Aim of the task — All that is wanted is an exact copy of the lines below, starting at the one that contains "let mut line" and running to the end.

»»

/// The readable table printed by `ledger`.
pub fn text(s: &Summary) -> String {
    let mut o = String::new();
    let _ = writeln!(o, "{}: photon ledger of one molecule ({} states)", s.network, s.states);
    let _ = writeln!(o, "  {}", s.start);
    for n in &s.notes {
        let _ = writeln!(o, "  note: {n}");
    }
    let _ = writeln!(o);
    let _ = writeln!(
        o,
        "  {:<22} {:>10} {:>14} {:>12} {:>12} {:>14}",
        "ends as", "yield", "photons mean", "photons sd", "quantum yld", "mean time"
    );
    // yields within the chain's round-off of zero are no end; summary.json keeps every one
    let zero = s.yield_zero();
    for e in s.ends.iter().filter(|e| zero.shown(e.yield_fraction) > 0.0) {
        let _ = writeln!(
            o,
            "  {:<22} {:>10.6} {:>14} {:>12} {:>12} {:>14}",
            format!("{}{}", e.species, if e.product { " (product)" } else { "" }),
            e.yield_fraction,
            opt(e.photons_mean, |x| format!("{x:.4}")),
            opt(e.photons_sd, |x| format!("{x:.4}")),
            opt(e.quantum_yield, |x| format!("{x:.3e}")),
            opt(e.time_mean_s, format_time),
        );
    }
    let _ = writeln!(
        o,
        "  photons absorbed per molecule followed: {:.4}; mean time to an end: {} (light: {})",
        s.photons_per_molecule,
        format_time(s.time_mean_s),
        s.light
    );
    match (&s.kinetics_check, &s.kinetics_check_skipped) {
        (Some(a), _) => {
            let _ = writeln!(o, "  {}", a.headline());
            if !a.agree {
                for r in &a.reasons {
                    let _ = writeln!(o, "    why: {r}");
                }
            }
            let _ = writeln!(o, "    (how: {})", a.method);
            match (&a.yields, &a.yields_skipped) {
                (Some(y), _) => {
                    let _ = writeln!(o, "  {}", y.headline());
                    for l in y.end_lines() {
                        let _ = writeln!(o, "    {l}");
                    }
                    for r in &y.reasons {
                        let _ = writeln!(o, "    why: {r}");
                    }
                    let _ = writeln!(o, "    (how: {})", y.method);
                }
                (None, Some(why)) => {
                    let _ = writeln!(o, "  yield check not made: {why}");
                }
                (None, None) => {}
            }
        }
        (None, Some(why)) => {
            let _ = writeln!(o, "  kinetics check not made: {why}");
        }
        (None, None) => {}
    }
    // Cycles are returns through a photon: a dark network has none to list.
    if !s.returns.is_empty() {
        let _ = writeln!(o, "\n  cycles (expected per molecule followed)");
        for r in &s.returns {
            let _ = writeln!(o, "    {:>14.4}  {}", r.expected, r.channel);
        }
        let _ = writeln!(o, "  visits");
    } else {
        let _ = writeln!(o, "\n  visits (expected per molecule followed)");
    }
    for v in &s.visits {
        let _ = writeln!(o, "    {:>14.4}  {} ({})", v.visits, v.state, v.kind);
    }
    let no_photons = s.ends.iter().all(|e| e.photons_mean.is_none_or(|m| m == 0.0));
    if no_photons {
        let _ = writeln!(
            o,
            "  photon-count distribution: no photon is absorbed on any way to an end"
        );
    } else if let (Some(t), Some(n)) = (s.distribution_tail, s.distribution_max_photons) {
        // the tail is 1 − Σ P(k ≤ n): a probability of the chain solve, round-off within
        // CHAIN_ROUNDOFF of 1 (a dark run's 1 − 1 = 1.1e-16 reads 0)
        let t = display::ZeroWithin::relative(1.0, display::CHAIN_ROUNDOFF).shown(t);
        let _ = writeln!(
            o,
            "  photon-count distribution: 0..{n} photons, tail beyond {}{}",
            if t == 0.0 { "0".to_string() } else { format!("{t:.1e}") },
            if s.distribution_truncated {
                " (stopped at the photon limit: raise --max-photons)"
            } else {
                ""
            }
        );
    }
    let main = (0..s.ends.len())
        .max_by(|&i, &j| s.ends[i].yield_fraction.total_cmp(&s.ends[j].yield_fraction))
        .unwrap_or(0);
    if let Some(e) = s.ends.get(main) {
        let _ = writeln!(
            o,
            "\n  top sensitivities for {} (d ln photons / d ln p; d yield / d p)",
            e.species
        );
        // round-off (a yield pinned at 1 moves by round-off only) reads 0;
        // summary.json keeps the raw derivatives
        for x in s.sensitivities.iter().take(8) {
            let (dy_zero, el_zero) = s.sensitivity_zero(x);
            let el = x
                .elasticity_photons
                .get(main)
                .copied()
                .flatten()
                .map(|v| el_zero.shown(v));
            let dy = dy_zero.shown(x.yield_derivative.get(main).copied().unwrap_or(0.0));
            // The value in its display unit (none for a fraction or a yield).
            let (v, u) = display::readable_in(&x.unit, x.value, s.energy_unit);
            let mut line = format!(
                "    {:>9} {:>11}  {} = {}{}",
                opt(el, |v| format!("{v:+.4}")),
                if dy == 0.0 {
                    "0".to_string()
                } else {
                    format!("{dy:.3e}")
                },
                x.parameter,
                crate::units::sig(v, 5),
                if u.is_empty() { String::new() } else { format!(" {u}") }
            );
            if let Some(b) = x
                .photons_per_barrier
                .as_ref()
                .and_then(|b| b.get(main).copied().flatten())
            {
                let b = if el == Some(0.0) { 0.0 } else { b };
                // The engine's derivative is per kcal/mol; per unit of the network's family.
                let kcal = display::EnergyUnit::KcalPerMol.factor();
                let b = b * s.energy_unit.factor() / kcal;
                let _ = write!(
                    line,
                    "  [d ln photons / d barrier {b:+.3} per {}]",
                    s.energy_unit.spelling()
                );
            }
            let _ = writeln!(o, "{line}");
            // The key that --set, --free and [[uncertain]] take for this number.
            if let Some(k) = &x.key {
                let _ = writeln!(o, "    {:>9} {:>11}  key {k}", "", "");
            }
        }
    }
    o
}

««

Expected answer —
            let mut line = format!(
                "    {:>9} {:>11}  {} = {}{}",
                opt(el, |v| format!("{v:+.4}")),
                if dy == 0.0 {
                    "0".to_string()
                } else {
                    format!("{dy:.3e}")
                },
                x.parameter,
                crate::units::sig(v, 5),
                if u.is_empty() { String::new() } else { format!(" {u}") }
            );
            if let Some(b) = x
                .photons_per_barrier
                .as_ref()
                .and_then(|b| b.get(main).copied().flatten())
            {
                let b = if el == Some(0.0) { 0.0 } else { b };
                // The engine's derivative is per kcal/mol; per unit of the network's family.
                let kcal = display::EnergyUnit::KcalPerMol.factor();
                let b = b * s.energy_unit.factor() / kcal;
                let _ = write!(
                    line,
                    "  [d ln photons / d barrier {b:+.3} per {}]",
                    s.energy_unit.spelling()
                );
            }
            let _ = writeln!(o, "{line}");
            // The key that --set, --free and [[uncertain]] take for this number.
            if let Some(k) = &x.key {
                let _ = writeln!(o, "    {:>9} {:>11}  key {k}", "", "");
            }
        }
    }
    o
}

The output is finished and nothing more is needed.